- **Your objective**:
Copy the complete listing exactly as shown.

- **Source material**:

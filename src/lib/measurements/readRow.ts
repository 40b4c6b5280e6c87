import { isMissing, numberIn } from './cells';
import { largestError, largestRadius, largestSpeed } from './limits';
import { kpcIn, kmsIn } from './measuredPoints';
import type { ColumnRole } from './reading';
import type { Measured, MeasuredPoint, RadiusUnit, SpeedUnit } from './types';

export interface RowSettings {
	/** Column of each role. */
	columns: Partial<Record<ColumnRole, number>>;
	/** Cells a row may have, and those it must have. */
	count: number;
	least: number;
	comma: boolean;
	radiusUnit: RadiusUnit;
	speedUnit: SpeedUnit;
	distance: Measured | null;
	sameError?: number;
}

export type RowRead = { row: MeasuredPoint } | { reason: string };

const shown = (cell: string) => `“${cell.length > 40 ? `${cell.slice(0, 39)}…` : cell}”`;
const short = (value: number) => String(Number(value.toPrecision(6)));

/** Why a number cannot stand in a row; null where it can. */
export function faultOf(
	role: 'radius' | 'speed' | 'error' | 'gas' | 'disc' | 'bulge',
	value: number,
	settings: Pick<RowSettings, 'radiusUnit' | 'speedUnit' | 'distance'>
): string | null {
	const { radiusUnit, speedUnit, distance } = settings;
	if (role === 'radius') {
		if (!(value > 0)) return `The radius is ${short(value)} ${radiusUnit}; it must be more than 0.`;
		const kpc = value * kpcIn(radiusUnit, distance?.value ?? null);
		return kpc > largestRadius
			? `The radius is ${short(kpc)} kpc; at most ${largestRadius} kpc are taken. Is the unit right?`
			: null;
	}
	const speed = value * kmsIn(speedUnit);
	if (role === 'error') {
		if (!(value > 0)) return `The error is ${short(value)} ${speedUnit}; it must be more than 0.`;
		return speed > largestError
			? `The error is ${short(speed)} km/s; at most ${largestError} km/s are taken. Is the unit right?`
			: null;
	}
	return Math.abs(speed) > largestSpeed
		? `The ${role === 'speed' ? 'speed' : `speed of the ${role}`} is ${short(speed)} km/s; at most ${largestSpeed} km/s are taken. Is the unit right?`
		: null;
}

/** One line as a row, or why it is none. */
export function readRow(cells: readonly string[], settings: RowSettings): RowRead {
	const { columns, count, least, comma, sameError } = settings;
	const extra = cells.slice(count).some((cell) => cell.trim() !== '');
	if (extra || cells.length < least) {
		const has = cells.length === 1 ? 'one cell' : `${cells.length} cells`;
		return { reason: `It has ${has} where the other lines have ${extra ? count : least}.` };
	}
	const row: MeasuredPoint = { radius: 0, speed: 0, error: sameError ?? 0 };
	for (const role of ['radius', 'speed', 'error', 'gas', 'disc', 'bulge'] as const) {
		const column = columns[role];
		if (column === undefined) continue;
		const cell = cells[column] ?? '';
		if (isMissing(cell)) {
			if (role === 'radius' || role === 'speed' || role === 'error') {
				return { reason: `It has no ${role}.` };
			}
			continue;
		}
		const value = numberIn(cell, comma);
		if (Number.isNaN(value)) return { reason: `The ${role} ${shown(cell)} is not a number.` };
		if (!Number.isFinite(value)) return { reason: `The ${role} ${shown(cell)} is too large.` };
		const fault = faultOf(role, value, settings);
		if (fault) return { reason: fault };
		row[role] = value;
	}
	const reason = columns['left out'] === undefined ? '' : (cells[columns['left out']] ?? '').trim();
	if (reason !== '') row.leftOut = reason.slice(0, 300);
	return { row };
}
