import { may } from '$lib/server/permissions';
import type { LayoutServerLoad } from './$types';

/** What the frame shows. The guard is in the hooks, not here. */
export const load: LayoutServerLoad = ({ locals: { person, ctx, venues } }) => ({
	person: person && { name: person.name, email: person.email },
	venue: ctx && { id: ctx.venueId, name: ctx.venueName, timeZone: ctx.timeZone },
	venues,
	roles: ctx ? [...ctx.roles] : [],
	mayReadPeople: ctx ? may(ctx.roles, 'people.read') : false
});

- **Your response**:
filename src/lib/measurements/readRow.ts
repository 40b4c6b5280e6c87
import { isMissing, numberIn } from './cells';
import { largestError, largestRadius, largestSpeed } from './limits';
import { kpcIn, kmsIn } from './measuredPoints';
import type { ColumnRole } from './reading';
import type { Measured, MeasuredPoint, RadiusUnit, SpeedUnit } from './types';

export interface RowSettings {
	/** Column of each role. */
	columns: Partial<Record<ColumnRole, number>>;
	/** Cells a row may have, and those it must have. */
	count: number;
	least: number;
	comma: boolean;
	radiusUnit: RadiusUnit;
	speedUnit: SpeedUnit;
	distance: Measured | null;
	sameError?: number;
}

export type RowRead = { row: MeasuredPoint } | { reason: string };

const shown = (cell: string) => `“${cell.length > 40 ? `${cell.slice(0, 39)}…` : cell}”`;
const short = (value: number) => String(Number(value.toPrecision(6)));

/** Why a number cannot stand in a row; null where it can. */
export function faultOf(
	role: 'radius' | 'speed' | 'error' | 'gas' | 'disc' | 'bulge',
	value: number,
	settings: Pick<RowSettings, 'radiusUnit' | 'speedUnit' | 'distance'>
): string | null {
	const { radiusUnit, speedUnit, distance } = settings;
	if (role === 'radius') {
		if (!(value > 0)) return `The radius is ${short(value)} ${radiusUnit}; it must be more than 0.`;
		const kpc = value * kpcIn(radiusUnit, distance?.value ?? null);
		return kpc > largestRadius
			? `The radius is ${short(kpc)} kpc; at most ${largestRadius} kpc are taken. Is the unit right?`
			: null;
	}
	const speed = value * kmsIn(speedUnit);
	if (role === 'error') {
		if (!(value > 0)) return `The error is ${short(value)} ${speedUnit}; it must be more than 0.`;
		return speed > largestError
			? `The error is ${short(speed)} km/s; at most ${largestError} km/s are taken. Is the unit right?`
			: null;
	}
	return Math.abs(speed) > largestSpeed
		? `The ${role === 'speed' ? 'speed' : `speed of the ${role}`} is ${short(speed)} km/s; at most ${largestSpeed} km/s are taken. Is the unit right?`
		: null;
}

/** One line as a row, or why it is none. */
export function readRow(cells: readonly string[], settings: RowSettings): RowRead {
	const { columns, count, least, comma, sameError } = settings;
	const extra = cells.slice(count).some((cell) => cell.trim() !== '');
	if (extra || cells.length < least) {
		const has = cells.length === 1 ? 'one cell' : `${cells.length} cells`;
		return { reason: `It has ${has} where the other lines have ${extra ? count : least}.` };
	}
	const row: MeasuredPoint = { radius: 0, speed: 0, error: sameError ?? 0 };
	for (const role of ['radius', 'speed', 'error', 'gas', 'disc', 'bulge'] as const) {
		const column = columns[role];
		if (column === undefined) continue;
		const cell = cells[column] ?? '';
		if (isMissing(cell)) {
			if (role === 'radius' || role === 'speed' || role === 'error') {
				return { reason: `It has no ${role}.` };
			}
			continue;
		}
		const value = numberIn(cell, comma);
		if (Number.isNaN(value)) return { reason: `The ${role} ${shown(cell)} is not a number.` };
		if (!Number.isFinite(value)) return { reason: `The ${role} ${shown(cell)} is too large.` };
		const fault = faultOf(role, value, settings);
		if (fault) return { reason: fault };
		row[role] = value;
	}
	const reason = columns['left out'] === undefined ? '' : (cells[columns['left out']] ?? '').trim();
	if (reason !== '') row.leftOut = reason.slice(0, 300);
	return { row };
}
import { may } from '$lib/server/permissions';
import type { LayoutServerLoad } from './$types';

/** What the frame shows. The guard is in the hooks, not here. */
export const load: LayoutServerLoad = ({ locals: { person, ctx, venues } }) => ({
	person: person && { name: person.name, email: person.email },
	venue: ctx && { id: ctx.venueId, name: ctx.venueName, timeZone: ctx.timeZone },
	venues,
	roles: ctx ? [...ctx.roles] : [],
	mayReadPeople: ctx ? may(ctx.roles, 'people.read') : false
});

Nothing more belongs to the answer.